Instructions for the task: Every word of every entry must be retyped exactly.

Input records:
== Segment start ==
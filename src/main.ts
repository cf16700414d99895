import { createApp } from 'vue';
import { createPinia } from 'pinia';
import { Quasar, Notify, Dialog } from 'quasar';
import iconSet from 'quasar/icon-set/svg-mdi-v7';
import '@fontsource/source-sans-3/400.css';
import '@fontsource/source-sans-3/600.css';
import '@fontsource/source-sans-3/700.css';
import 'quasar/dist/quasar.css';
import './css/app.css';
import App from './App.vue';
import { createCairnRouter } from './router';
import { QUASAR_BRAND, applyPalette } from './theme/palette';
import { i18n } from './i18n';

applyPalette(document.documentElement.style);
const app = createApp(App);
app.use(createPinia());
app.use(Quasar, {
  plugins: { Notify, Dialog },
  iconSet,
  config: {
    brand: { ...QUASAR_BRAND },
    notify: { position: 'top' },
  },
});
app.use(i18n);
app.use(createCairnRouter());
app.mount('#app');
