import type { App } from 'vue';
import { Dialog, IconSet, Notify } from 'quasar';
import iconSet from 'quasar/icon-set/svg-mdi-v7';

interface Installable {
  install(opts: { $q: unknown; parentApp: App }): void;
  __installed?: boolean;
}

/** What `app.use(Quasar, { plugins: { Notify, Dialog }, iconSet })` would install at start (see quasar-later.ts). */
export function install(app: App): void {
  const $q = app.config.globalProperties.$q;
  for (const plugin of [Notify, Dialog] as unknown as Installable[]) {
    if (plugin.__installed) continue;
    plugin.install({ $q, parentApp: app });
    plugin.__installed = true;
  }
  IconSet.set(iconSet);
}
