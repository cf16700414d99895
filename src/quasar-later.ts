import type { App } from 'vue';

/**
 * Quasar's parts that only the facilitator's screens use (the Notify and Dialog plugins and the MDI icon
 * set of its components' built-in icons), installed when the first such screen opens: a phone never
 * downloads or runs them. `main.ts` hands the app over; the router waits for `installFacilitatorQuasar`
 * before any screen that is not a phone's.
 */
let app: App | null = null;
let installing: Promise<void> | null = null;

export function keepQuasarApp(vueApp: App): void {
  app = vueApp;
}

/** Installs Notify, Dialog and the icon set once (later calls wait for the first). */
export function installFacilitatorQuasar(): Promise<void> {
  installing ??= import('./quasar-facilitator').then(({ install }) => install(app!));
  return installing;
}
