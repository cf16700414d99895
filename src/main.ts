import { createApp } from 'vue';
import { createPinia } from 'pinia';
import { Quasar } from 'quasar';
import '@fontsource/source-sans-3/400.css';
import '@fontsource/source-sans-3/600.css';
import '@fontsource/source-sans-3/700.css';
import 'quasar/dist/quasar.css';
import './css/app.css';
import App from './App.vue';
import { createCairnRouter } from './router';
import { QUASAR_BRAND, applyPalette } from './theme/palette';
import { i18n } from './i18n';
import { keepQuasarApp } from './quasar-later';
import { phoneIconSet } from './theme/phone-icons';
import { nextTask } from './boot/next-task';

// The start's steps, each in a task of its own (nextTask): this module's and its imports' first run; Vue, Pinia
// and Quasar; the catalogs and the router (its first history entry); the first route's guards, then its page's
// files asked for (router/index.ts); the page's arrival (the history entry made final); the mount.
async function start(): Promise<void> {
  await nextTask();
  applyPalette(document.documentElement.style);
  const app = createApp(App);
  app.use(createPinia());
  // Notify, Dialog and the MDI icon set come with the first facilitator's screen (quasar-later.ts); the phone's
  // icon set names only what its Quasar components draw by themselves (theme/phone-icons.ts).
  app.use(Quasar, {
    iconSet: phoneIconSet,
    config: {
      brand: { ...QUASAR_BRAND },
      notify: { position: 'top' },
    },
  });
  keepQuasarApp(app);
  await nextTask();
  app.use(i18n);
  const router = createCairnRouter();
  await nextTask();
  app.use(router);
  // Mounted once the first route is resolved (its page loaded, its guards passed): mounting empties `#app`,
  // and a joined phone's page has already painted its kept screen there (src/boot/first-screen.ts), which
  // should give way to the page itself, not to an empty layout.
  await router.isReady().catch(() => undefined);
  await nextTask();
  app.mount('#app');
}
void start();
== Segment end ==
Your response:
filename src/main.ts
repository cf16700414d99895
import { createApp } from 'vue';
import { createPinia } from 'pinia';
import { Quasar, Notify, Dialog } from 'quasar';
import iconSet from 'quasar/icon-set/svg-mdi-v7';
import '@fontsource/source-sans-3/400.css';
import '@fontsource/source-sans-3/600.css';
import '@fontsource/source-sans-3/700.css';
import 'quasar/dist/quasar.css';
import './css/app.css';
import App from './App.vue';
import { createCairnRouter } from './router';
import { QUASAR_BRAND, applyPalette } from './theme/palette';
import { i18n } from './i18n';

applyPalette(document.documentElement.style);
const app = createApp(App);
app.use(createPinia());
app.use(Quasar, {
  plugins: { Notify, Dialog },
  iconSet,
  config: {
    brand: { ...QUASAR_BRAND },
    notify: { position: 'top' },
  },
});
app.use(i18n);
app.use(createCairnRouter());
app.mount('#app');
import type { App } from 'vue';
import { Dialog, IconSet, Notify } from 'quasar';
import iconSet from 'quasar/icon-set/svg-mdi-v7';

interface Installable {
  install(opts: { $q: unknown; parentApp: App }): void;
  __installed?: boolean;
}

/** What `app.use(Quasar, { plugins: { Notify, Dialog }, iconSet })` would install at start (see quasar-later.ts). */
export function install(app: App): void {
  const $q = app.config.globalProperties.$q;
  for (const plugin of [Notify, Dialog] as unknown as Installable[]) {
    if (plugin.__installed) continue;
    plugin.install({ $q, parentApp: app });
    plugin.__installed = true;
  }
  IconSet.set(iconSet);
}
repository cf16700414d99895
filename src/quasar-later.ts
import type { App } from 'vue';

/**
 * Quasar's parts that only the facilitator's screens use (the Notify and Dialog plugins and the MDI icon
 * set of its components' built-in icons), installed when the first such screen opens: a phone never
 * downloads or runs them. `main.ts` hands the app over; the router waits for `installFacilitatorQuasar`
 * before any screen that is not a phone's.
 */
let app: App | null = null;
let installing: Promise<void> | null = null;

export function keepQuasarApp(vueApp: App): void {
  app = vueApp;
}

/** Installs Notify, Dialog and the icon set once (later calls wait for the first). */
export function installFacilitatorQuasar(): Promise<void> {
  installing ??= import('./quasar-facilitator').then(({ install }) => install(app!));
  return installing;
}
repository cf16700414d99895
filename src/main.ts
import { createApp } from 'vue';
import { createPinia } from 'pinia';
import { Quasar } from 'quasar';
import '@fontsource/source-sans-3/400.css';
import '@fontsource/source-sans-3/600.css';
import '@fontsource/source-sans-3/700.css';
import 'quasar/dist/quasar.css';
import './css/app.css';
import App from './App.vue';
import { createCairnRouter } from './router';
import { QUASAR_BRAND, applyPalette } from './theme/palette';
import { i18n } from './i18n';
import { keepQuasarApp } from './quasar-later';
import { phoneIconSet } from './theme/phone-icons';
import { nextTask } from './boot/next-task';

// The start's steps, each in a task of its own (nextTask): this module's and its imports' first run; Vue, Pinia
// and Quasar; the catalogs and the router (its first history entry); the first route's guards, then its page's
// files asked for (router/index.ts); the page's arrival (the history entry made final); the mount.
async function start(): Promise<void> {
  await nextTask();
  applyPalette(document.documentElement.style);
  const app = createApp(App);
  app.use(createPinia());
  // Notify, Dialog and the MDI icon set come with the first facilitator's screen (quasar-later.ts); the phone's
  // icon set names only what its Quasar components draw by themselves (theme/phone-icons.ts).
  app.use(Quasar, {
    iconSet: phoneIconSet,
    config: {
      brand: { ...QUASAR_BRAND },
      notify: { position: 'top' },
    },
  });
  keepQuasarApp(app);
  await nextTask();
  app.use(i18n);
  const router = createCairnRouter();
  await nextTask();
  app.use(router);
  // Mounted once the first route is resolved (its page loaded, its guards passed): mounting empties `#app`,
  // and a joined phone's page has already painted its kept screen there (src/boot/first-screen.ts), which
  // should give way to the page itself, not to an empty layout.
  await router.isReady().catch(() => undefined);
  await nextTask();
  app.mount('#app');
}
void start();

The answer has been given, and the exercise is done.